* _Working data_:

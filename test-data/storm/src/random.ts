/**
 * The 128-bit xorshift generator. Source: Marsaglia (2003), "Xorshift RNGs", Journal of Statistical
 * Software 8(14), with the paper's shifts 11, 8 and 19.
 *
 * @param state - four words, not all 0; advanced in place
 * @returns the next word, 0 to 2^32 - 1
 */
export function xorshift128(state: Uint32Array): number {
  const t = state[0]! ^ (state[0]! << 11);
  state[0] = state[1]!;
  state[1] = state[2]!;
  state[2] = state[3]!;
  state[3] = state[3]! ^ (state[3]! >>> 19) ^ t ^ (t >>> 8);
  return state[3]!;
}

/** Spreads neighbouring seeds far apart: the 32-bit finaliser of MurmurHash3 (Appleby, public domain). */
export function mixBits(word: number): number {
  let h = word >>> 0;
  h = Math.imul(h ^ (h >>> 16), 0x85ebca6b);
  h = Math.imul(h ^ (h >>> 13), 0xc2b2ae35);
  return (h ^ (h >>> 16)) >>> 0;
}

/** A seeded stream of random numbers: the same seed gives the same stream everywhere. */
export class RandomStream {
  readonly #state = new Uint32Array(4);

  /** @param seed - any integer; streams of different seeds are unrelated */
  constructor(seed: number) {
    for (let word = 0; word < 4; word++) this.#state[word] = mixBits(seed + Math.imul(word + 1, 0x9e3779b9));
    if (this.#state.every((word) => word === 0)) this.#state[0] = 1;
  }

  /** Uniform in [0, 1). */
  uniform(): number {
    return xorshift128(this.#state) / 4294967296;
  }

  /** Uniform in [low, high). */
  between(low: number, high: number): number {
    return low + (high - low) * this.uniform();
  }

  /** Normal, mean 0 and deviation 1. Box and Muller (1958), Annals of Mathematical Statistics 29, 610-611. */
  normal(): number {
    const radius = Math.sqrt(-2 * Math.log(1 - this.uniform()));
    return radius * Math.cos(2 * Math.PI * this.uniform());
  }
}

/** How many normal numbers a noise table holds: a power of two, so that an index wraps by a mask. */
export const NOISE_LENGTH = 65536;

/** Normal numbers drawn once: millions of gates take theirs from here, each ray from its own place. */
export function noiseTable(random: RandomStream): Float32Array {
  return Float32Array.from({ length: NOISE_LENGTH }, () => random.normal());
}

* _Prompt_: Copy every line from the data that includes the string "param".

* _Completed task_:
 * @param state - four words, not all 0; advanced in place
  /** @param seed - any integer; streams of different seeds are unrelated */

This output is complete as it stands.